## GIVEN RECORDS
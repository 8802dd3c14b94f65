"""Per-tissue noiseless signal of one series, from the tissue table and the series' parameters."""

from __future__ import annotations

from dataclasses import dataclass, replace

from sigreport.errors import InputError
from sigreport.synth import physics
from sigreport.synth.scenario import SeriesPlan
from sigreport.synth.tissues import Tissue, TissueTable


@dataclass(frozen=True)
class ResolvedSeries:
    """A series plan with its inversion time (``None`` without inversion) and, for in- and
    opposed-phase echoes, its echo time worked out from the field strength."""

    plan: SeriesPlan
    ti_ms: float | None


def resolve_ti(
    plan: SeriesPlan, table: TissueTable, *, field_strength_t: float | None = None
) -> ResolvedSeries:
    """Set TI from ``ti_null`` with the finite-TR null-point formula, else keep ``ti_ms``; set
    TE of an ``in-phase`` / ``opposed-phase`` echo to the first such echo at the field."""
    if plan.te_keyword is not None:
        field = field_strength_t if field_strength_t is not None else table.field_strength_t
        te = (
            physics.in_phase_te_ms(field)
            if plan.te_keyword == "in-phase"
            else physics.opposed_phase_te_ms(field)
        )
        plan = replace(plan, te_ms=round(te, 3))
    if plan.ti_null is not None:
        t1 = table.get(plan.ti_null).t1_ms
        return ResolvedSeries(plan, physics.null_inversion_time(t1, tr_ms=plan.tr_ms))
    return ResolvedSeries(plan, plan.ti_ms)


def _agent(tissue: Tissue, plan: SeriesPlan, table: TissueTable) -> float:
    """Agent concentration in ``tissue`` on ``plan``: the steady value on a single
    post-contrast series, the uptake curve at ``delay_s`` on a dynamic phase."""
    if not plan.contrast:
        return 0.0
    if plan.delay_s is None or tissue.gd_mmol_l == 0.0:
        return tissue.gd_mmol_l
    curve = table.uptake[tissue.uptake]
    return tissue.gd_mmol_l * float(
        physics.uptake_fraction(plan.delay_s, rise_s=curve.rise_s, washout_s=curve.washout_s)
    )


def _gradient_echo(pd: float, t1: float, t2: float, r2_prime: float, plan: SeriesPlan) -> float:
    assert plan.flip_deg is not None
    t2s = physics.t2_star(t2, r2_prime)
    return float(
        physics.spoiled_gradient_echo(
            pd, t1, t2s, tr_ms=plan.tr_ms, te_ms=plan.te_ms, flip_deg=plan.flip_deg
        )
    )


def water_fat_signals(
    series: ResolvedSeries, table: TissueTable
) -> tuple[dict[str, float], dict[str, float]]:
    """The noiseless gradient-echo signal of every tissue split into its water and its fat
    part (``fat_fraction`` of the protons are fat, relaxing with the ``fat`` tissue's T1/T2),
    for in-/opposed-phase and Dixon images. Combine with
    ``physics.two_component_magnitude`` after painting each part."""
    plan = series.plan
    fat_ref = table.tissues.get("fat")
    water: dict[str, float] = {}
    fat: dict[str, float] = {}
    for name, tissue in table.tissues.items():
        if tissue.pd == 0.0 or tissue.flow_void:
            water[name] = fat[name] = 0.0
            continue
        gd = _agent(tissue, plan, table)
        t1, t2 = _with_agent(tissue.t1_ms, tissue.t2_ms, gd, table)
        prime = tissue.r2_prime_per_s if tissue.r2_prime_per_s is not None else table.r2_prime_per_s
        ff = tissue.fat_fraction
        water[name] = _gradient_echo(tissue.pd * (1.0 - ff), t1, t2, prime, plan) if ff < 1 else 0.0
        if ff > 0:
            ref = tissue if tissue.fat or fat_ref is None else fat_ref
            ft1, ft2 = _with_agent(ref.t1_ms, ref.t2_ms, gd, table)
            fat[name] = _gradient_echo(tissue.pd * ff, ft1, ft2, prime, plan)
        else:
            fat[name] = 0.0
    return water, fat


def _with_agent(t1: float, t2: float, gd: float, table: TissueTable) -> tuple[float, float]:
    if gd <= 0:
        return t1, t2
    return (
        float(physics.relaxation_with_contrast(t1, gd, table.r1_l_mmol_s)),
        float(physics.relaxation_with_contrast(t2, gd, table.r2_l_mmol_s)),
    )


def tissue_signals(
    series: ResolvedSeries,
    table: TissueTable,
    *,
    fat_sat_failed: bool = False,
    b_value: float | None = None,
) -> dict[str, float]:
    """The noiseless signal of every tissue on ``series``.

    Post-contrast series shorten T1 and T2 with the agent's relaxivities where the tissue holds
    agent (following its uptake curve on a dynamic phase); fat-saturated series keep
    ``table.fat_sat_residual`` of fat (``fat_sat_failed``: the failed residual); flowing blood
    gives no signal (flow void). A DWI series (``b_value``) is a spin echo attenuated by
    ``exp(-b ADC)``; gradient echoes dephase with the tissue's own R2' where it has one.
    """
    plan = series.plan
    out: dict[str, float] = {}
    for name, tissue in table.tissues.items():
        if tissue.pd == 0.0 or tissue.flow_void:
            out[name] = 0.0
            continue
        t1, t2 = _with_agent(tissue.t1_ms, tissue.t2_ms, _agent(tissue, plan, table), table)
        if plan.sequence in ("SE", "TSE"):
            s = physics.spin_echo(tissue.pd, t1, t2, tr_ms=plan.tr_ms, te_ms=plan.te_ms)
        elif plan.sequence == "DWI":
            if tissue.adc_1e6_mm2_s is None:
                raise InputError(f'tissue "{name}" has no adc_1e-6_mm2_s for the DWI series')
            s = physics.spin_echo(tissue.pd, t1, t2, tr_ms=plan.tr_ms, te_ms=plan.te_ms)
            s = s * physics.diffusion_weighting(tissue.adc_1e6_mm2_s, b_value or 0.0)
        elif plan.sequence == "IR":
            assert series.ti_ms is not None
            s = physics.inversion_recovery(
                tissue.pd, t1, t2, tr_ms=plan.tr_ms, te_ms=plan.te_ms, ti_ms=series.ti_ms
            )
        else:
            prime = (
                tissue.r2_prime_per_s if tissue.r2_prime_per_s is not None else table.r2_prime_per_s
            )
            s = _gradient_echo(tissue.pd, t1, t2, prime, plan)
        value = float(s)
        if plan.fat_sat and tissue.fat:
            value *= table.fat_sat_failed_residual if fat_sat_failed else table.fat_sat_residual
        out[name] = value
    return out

## WHAT YOU WILL DO
Nothing but the lines from the start of the data above through the line with "return tissue.gd_mmol_l *" should appear in your answer, copied exactly.

## ANSWER SECTION
repository 8802dd3c14b94f65
"""Per-tissue noiseless signal of one series, from the tissue table and the series' parameters."""

from __future__ import annotations

from dataclasses import dataclass, replace

from sigreport.errors import InputError
from sigreport.synth import physics
from sigreport.synth.scenario import SeriesPlan
from sigreport.synth.tissues import Tissue, TissueTable


@dataclass(frozen=True)
class ResolvedSeries:
    """A series plan with its inversion time (``None`` without inversion) and, for in- and
    opposed-phase echoes, its echo time worked out from the field strength."""

    plan: SeriesPlan
    ti_ms: float | None


def resolve_ti(
    plan: SeriesPlan, table: TissueTable, *, field_strength_t: float | None = None
) -> ResolvedSeries:
    """Set TI from ``ti_null`` with the finite-TR null-point formula, else keep ``ti_ms``; set
    TE of an ``in-phase`` / ``opposed-phase`` echo to the first such echo at the field."""
    if plan.te_keyword is not None:
        field = field_strength_t if field_strength_t is not None else table.field_strength_t
        te = (
            physics.in_phase_te_ms(field)
            if plan.te_keyword == "in-phase"
            else physics.opposed_phase_te_ms(field)
        )
        plan = replace(plan, te_ms=round(te, 3))
    if plan.ti_null is not None:
        t1 = table.get(plan.ti_null).t1_ms
        return ResolvedSeries(plan, physics.null_inversion_time(t1, tr_ms=plan.tr_ms))
    return ResolvedSeries(plan, plan.ti_ms)


def _agent(tissue: Tissue, plan: SeriesPlan, table: TissueTable) -> float:
    """Agent concentration in ``tissue`` on ``plan``: the steady value on a single
    post-contrast series, the uptake curve at ``delay_s`` on a dynamic phase."""
    if not plan.contrast:
        return 0.0
    if plan.delay_s is None or tissue.gd_mmol_l == 0.0:
        return tissue.gd_mmol_l
    curve = table.uptake[tissue.uptake]
    return tissue.gd_mmol_l * float(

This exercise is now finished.